Vloeistofringvacuümpomp

Uit Wikipedia, de vrije encyclopedie
Principe van een vloeistofringvacuümpomp

Vloeistofringvacuümpompen, ook bekend als vloeistofringpomp, zijn vacuümpompen die werken zoals cellenpompen. De vloeistofringvacuümpomp valt in de categorie natte rotatiepompen. Andere pompen in deze categorie zijn de draaischuifpomp, de schottenpomp en de draaizuigerpomp.

Door de centrifugaalkracht, ook wel middelpuntvliedende kracht, ontstaat een vloeistofring. De uit het middelpunt geplaatste rotor (excentrisch geplaatste rotor) die voorzien is van een schoepenrad zorgt ervoor dat er cellen ontstaan met veranderlijke grootte tussen de excentrische rotor en de stator. Hierdoor ontstaat een compressorsysteem welk kan gebruikt worden als compressor- of vacuümpomp.

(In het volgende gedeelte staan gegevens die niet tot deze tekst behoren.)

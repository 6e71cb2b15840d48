import { useState } from "react";
import { useQuery } from "@tanstack/react-query";
import type { Inspection } from "../../lib/contracts.ts";
import { isOverdue, STATUS_LABEL, todayIso } from "../../lib/inspections.ts";
import { formatDate } from "../../lib/format.ts";
import { Button } from "../../components/Button.tsx";
import { Dialog } from "../../components/Dialog.tsx";
import { ErrorNote } from "../../components/Alert.tsx";
import { InspectionStatusPill, PriorityTag } from "../../components/InspectionBits.tsx";
import { gridRange, monthGrid } from "./calendar.ts";
import { inspectionsQueryOptions } from "./api/inspections.ts";

const WEEKDAYS = ["Mon", "Tue", "Wed", "Thu", "Fri", "Sat", "Sun"];
const MARK: Record<string, string> = { planned: "○", in_progress: "◐", done: "●", cancelled: "⊘" };
/** How many inspections a day's cell lists before "+N more". */
const PER_DAY = 4;

/** Overdue is not red alone: a "!" mark, and the word for screen readers and in the tooltip. */
function OverdueMark({ spoken = true }: { spoken?: boolean }) {
  return (
    <>
      <span aria-hidden="true" className="mr-0.5 inline-grid size-3.5 place-items-center rounded-full bg-danger align-[-0.15em] text-[0.625rem] font-bold leading-none text-white">!</span>
      {spoken && <span className="sr-only">Overdue: </span>}
    </>
  );
}

function itemClass(i: Inspection) {
  return isOverdue(i) ? "border-danger/40 bg-danger-soft text-danger" : i.status === "done" ? "border-line bg-sunken text-ink-muted" : "border-brand/30 bg-brand-soft text-brand-strong";
}

export function MonthView({ year, month, filters, onMonth, onOpen }: { year: number; month: number; filters: Record<string, string>; onMonth: (delta: number) => void; onOpen: (i: Inspection) => void }) {
  const weeks = monthGrid(year, month);
  const range = gridRange(weeks);
  const q = useQuery(inspectionsQueryOptions({ ...filters, from: range.from, to: range.to, pageSize: 200, sort: "dueDate" }));
  const byDay = new Map<string, Inspection[]>();
  for (const i of q.data?.items ?? []) {
    const d = i.dueDate.slice(0, 10);
    byDay.set(d, [...(byDay.get(d) ?? []), i]);
  }
  const today = todayIso();
  const [day, setDay] = useState<string | null>(null);
  const title = new Date(year, month, 1).toLocaleDateString("en-GB", { month: "long", year: "numeric" });
  return (
    <div className="overflow-hidden rounded-md border border-line bg-surface shadow-card">
      <div className="flex items-center justify-between border-b border-line px-3 py-2">
        <Button size="sm" onClick={() => onMonth(-1)} aria-label="Previous month">‹ Previous</Button>
        <h3 className="font-semibold" aria-live="polite">{title}</h3>
        <Button size="sm" onClick={() => onMonth(1)} aria-label="Next month">Next ›</Button>
      </div>
      <ErrorNote error={q.error} />
      <div className="grid grid-cols-7 border-b border-line bg-sunken/60 text-caption font-semibold uppercase tracking-wide text-ink-muted">
        {WEEKDAYS.map((d) => (
          <div key={d} className="px-2 py-1.5">{d}</div>
        ))}
      </div>
      <div className="grid grid-cols-7" role="grid" aria-label={`Inspections due in ${title}`}>
        {weeks.flat().map((day) => {
          const items = byDay.get(day.iso) ?? [];
          return (
            <div key={day.iso} role="gridcell" className={`min-h-24 border-b border-r border-line p-1.5 [&:nth-child(7n)]:border-r-0 ${day.inMonth ? "" : "bg-canvas/70"}`}>
              <div className={`num mb-1 text-caption ${day.iso === today ? "inline-grid size-5 place-items-center rounded-full bg-brand font-semibold text-brand-ink" : day.inMonth ? "text-ink-muted" : "text-ink-faint"}`}>{day.day}</div>
              <ul className="flex flex-col gap-1">
                {items.slice(0, PER_DAY).map((i) => (
                  <li key={i.id}>
                    <button
                      type="button"
                      onClick={() => onOpen(i)}
                      title={`${isOverdue(i) ? "Overdue · " : ""}${i.title} · ${i.assigneeName ?? "unassigned"}`}
                      data-overdue={isOverdue(i) || undefined}
                      className={`w-full truncate rounded-sm border px-1 py-px text-left text-caption ${itemClass(i)}`}
                    >
                      {isOverdue(i) && <OverdueMark />}
                      <span aria-hidden="true">{MARK[i.status] ?? "○"} </span>
                      <span className="sr-only">{STATUS_LABEL[i.status] ?? i.status}: </span>
                      <span className="num">{i.assetTag ?? `#${i.assetId}`}</span> {i.title}
                    </button>
                  </li>
                ))}
                {items.length > PER_DAY && (
                  <li>
                    <button
                      type="button"
                      onClick={() => setDay(day.iso)}
                      aria-label={`${items.length - PER_DAY} more due on ${formatDate(day.iso)}: show all ${items.length}`}
                      className="rounded-sm px-1 text-caption font-medium text-brand-strong underline-offset-2 hover:bg-sunken hover:underline"
                    >
                      +{items.length - PER_DAY} more
                    </button>
                  </li>
                )}
              </ul>
            </div>
          );
        })}
      </div>
      <p className="flex flex-wrap gap-x-4 gap-y-1 border-t border-line px-3 py-2 text-caption text-ink-muted">
        <span><span aria-hidden="true">○</span> planned</span>
        <span><span aria-hidden="true">◐</span> in progress</span>
        <span><span aria-hidden="true">●</span> done</span>
        <span className="text-danger"><OverdueMark spoken={false} />overdue</span>
      </p>
      <DayList
        date={day}
        items={day ? (byDay.get(day) ?? []) : []}
        onClose={() => setDay(null)}
        onOpen={(i) => {
          setDay(null);
          onOpen(i);
        }}
      />
    </div>
  );
}

/** Every inspection due on one day, from the cell's "+N more". */
function DayList({ date, items, onClose, onOpen }: { date: string | null; items: Inspection[]; onClose: () => void; onOpen: (i: Inspection) => void }) {
  return (
    <Dialog open={!!date} onClose={onClose} title={date ? `Due on ${formatDate(date)}` : ""}>
      <ul className="flex flex-col gap-2" aria-label={date ? `Inspections due on ${formatDate(date)}` : undefined}>
        {items.map((i) => (
          <li key={i.id}>
            <button type="button" onClick={() => onOpen(i)} className={`flex w-full flex-wrap items-center gap-x-2 gap-y-1 rounded-md border px-2 py-1.5 text-left ${itemClass(i)}`}>
              {isOverdue(i) && <OverdueMark />}
              <span className="num font-medium">{i.assetTag ?? `#${i.assetId}`}</span>
              <span className="min-w-0 flex-1 text-ink">{i.title}</span>
              <span className="text-caption text-ink-muted">{i.assigneeName ?? "Nobody"}</span>
              <PriorityTag priority={String(i.priority)} />
              <InspectionStatusPill status={i.status} />
            </button>
          </li>
        ))}
      </ul>
    </Dialog>
  );
}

Er bestaan enkeltraps en dubbeltrapspompen. De constructie van de vloeistofring vacuümpomp zorgt voor een uiterst bedrijfszekere werking, omdat een vloeistof afdichting weinig wrijving (en dus slijtage) oplevert. Door het ontbreken van kleppen, schotten of andere bewegende onderdelen treedt (bijna) geen slijtage op en is er een laag geluidsniveau. De waaier is het enige ronddraaiende deel en dit werkt contactvrij. De pompen zijn geschikt om zelfs grote volumes dampen, condenseerbare gassen en vloeistoffen te verpompen zonder gevolgen voor capaciteit of mechanische betrouwbaarheid. Als spervloeistof voor de pomp kan water gebruikt worden (waterringpomp), maar ook andere vloeistoffen zoals olie, glycol of oplosmiddelen zijn mogelijk. Met zuiver water als spervloeistof wordt het af te zuigen gas of lucht als het ware schoon gewassen in de pomp. In tegenstelling tot andere typen vacuümpompen is de uitgeblazen lucht dan ook 100% olievrij en vrij van koolstof of plastic deeltjes.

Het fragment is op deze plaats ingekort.